Der unabhängige Verwaltungssenat des Landes Oberösterreich hat durch sein Mitglied Dr. Klempt über die Berufung des Herrn B S, D, gegen das Straferkenntnis der Bezirkshauptmannschaft Schärding vom 17.10.2006, VerkGe96-160-1-2006, wegen einer Übertretung des Güterbeförderungsgesetzes zu Recht erkannt:

 

I.      Der Berufung wird Folge gegeben, das angefochtene Straferkenntnis behoben und das Verwaltungsstrafverfahren eingestellt.

 

II.     Es entfällt die Verpflichtung zur Leistung jeglicher Verfahrenskostenbeiträge

 

Rechtsgrundlagen:

zu  I.: § 66 Abs.4 AVG iVm §§ 24, 45 Abs.1 Z2  und 51 VStG.

zu II.: § 66 VStG.

 

 

Entscheidungsgründe:

 

1. Mit Straferkenntnis der Bezirkshauptmannschaft Schärding vom 17.10.2006, VerkGe96-160-1-2006, wurde über den Bw eine Geldstrafe von 1.453 Euro sowie für den Fall der Uneinbringlichkeit eine Ersatzfreiheitsstrafe von 67 Stunden, wegen einer Verwaltungsübertretung gemäß § 23 Abs.1 Z8 GütbefG iVm Art.3 Abs.1 der Verordnung (EWG) Nr. 881/92 des Rates vom 26.3.1992 über den Zugang zum Güterkraftverkehrsmarkt in der Gemeinschaft für Beförderungen aus oder nach einem Mitgliedstaat oder durch einen oder mehrere Mitgliedstaaten verhängt, weil er als Unternehmer mit dem Sitz in D, am 6.9.2006 gegen 6.20 Uhr auf der Innkreisautobahn A8, Amtsplatz der Zollstelle Suben, Gemeindegebiet Suben, mit dem Sattelzugfahrzeug mit dem deutschen Kennzeichen und dem Sattelanhänger mit dem deutschen Kennzeichen, deren Summe der höchsten zulässigen Gesamtgewichte insgesamt 3.500 kg überstiegen hat, Zulassungsbesitzer des Zugfahrzeuges: B S, Lenker: N B, welcher Staatsangehöriger eines Drittstaats (Staatsbürgerschaft: Türkei) ist, eine gewerbsmäßige Beförderung von Gütern (1.480 Kartons Bekleidung) von der Türkei durch Österreich mit einem Zielort in Deutschland (grenzüberschreitender gewerblicher Güterkraftverkehr) durchgeführt hat, ohne dafür gesorgt zu haben, dass die gemäß der Verordnung (EWG) Nr. 881/92 erforderliche Fahrerbescheinigung mitgeführt wurde. 

 

2. Dagegen wurde fristgerecht Berufung eingebracht.

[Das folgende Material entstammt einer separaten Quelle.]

def _nearest_goal(walk: np.ndarray, goal: np.ndarray, iy: int, ix: int,
                  window: tuple[int, int, int, int]) -> tuple[int, int, float] | None:
    """(row, column, steps) of the goal cell nearest to cell (iy, ix) along True cells of ``walk``
    (steps 1 straight, √2 diagonal, the start cell always walkable), searched inside the rows
    ``window[0]:window[1]`` and columns ``window[2]:window[3]``; None when no goal is reached.

    The search first runs in growing square windows round the start: a walk of ``k`` steps or
    less stays within ``k`` cells of the start in each direction, so a goal found at most the
    window's half-width away is the one (and its step count the one) the whole window gives,
    ties going to the same cell (the first in row order)."""
    a0, b0, c0, d0 = window
    for half in (*[h for h in _GROWING_WINDOWS if h < max(b0 - a0, d0 - c0)], None):
        if half is None:
            a, b, c, d = a0, b0, c0, d0
        else:
            a, b, c, d = max(iy - half, a0), min(iy + half + 1, b0), max(ix - half, c0), min(ix + half + 1, d0)
        g = goal[a:b, c:d]
        if not g.any():
            continue
        w = walk[a:b, c:d].copy()
        w[iy - a, ix - c] = True
        dist = np.where(g, _geodesic(w, iy - a, ix - c), np.inf)
        k = int(np.argmin(dist))
        best = float(dist.flat[k])
        if half is not None and not best <= half:
            continue                      # a nearer goal may lie outside this window
        if not math.isfinite(best):
            return None
        gy, gx = np.unravel_index(k, dist.shape)
        return int(gy) + a, int(gx) + c, best
    return None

Begründend wurde vom Bw ausgeführt, dass er sich – da sein Fahrer in der Türkei erkrankte und für längere Zeit ausfalle – bei der Verkehrsbehörde in Deutschland darüber informiert habe, wie der Lkw so schnell wie möglich nach Deutschland verbracht werden könne. Dabei sei ihm angeraten worden, dass mithilfe eines Aushilfsfahrers das Fahrzeug nach Deutschland verbracht werden könne und er in Deutschland einen neuen Fahrer einstellen solle. Weiters sei ihm mitgeteilt worden, dass er bei Beanstandungen in der EU mit einer Geldstrafe von höchstens 200 Euro bis 300 Euro zu rechnen habe. Er sei dem Ratschlag der deutschen Verkehrsbehörde gefolgt und verstehe nunmehr nicht, weshalb eine so hohe Geldstrafe über ihn verhängt worden sei.

 

3. Die Bezirkshauptmannschaft Schärding als belangte Behörde hat die Berufung samt dem bezughabenden Verwaltungsstrafakt vorgelegt.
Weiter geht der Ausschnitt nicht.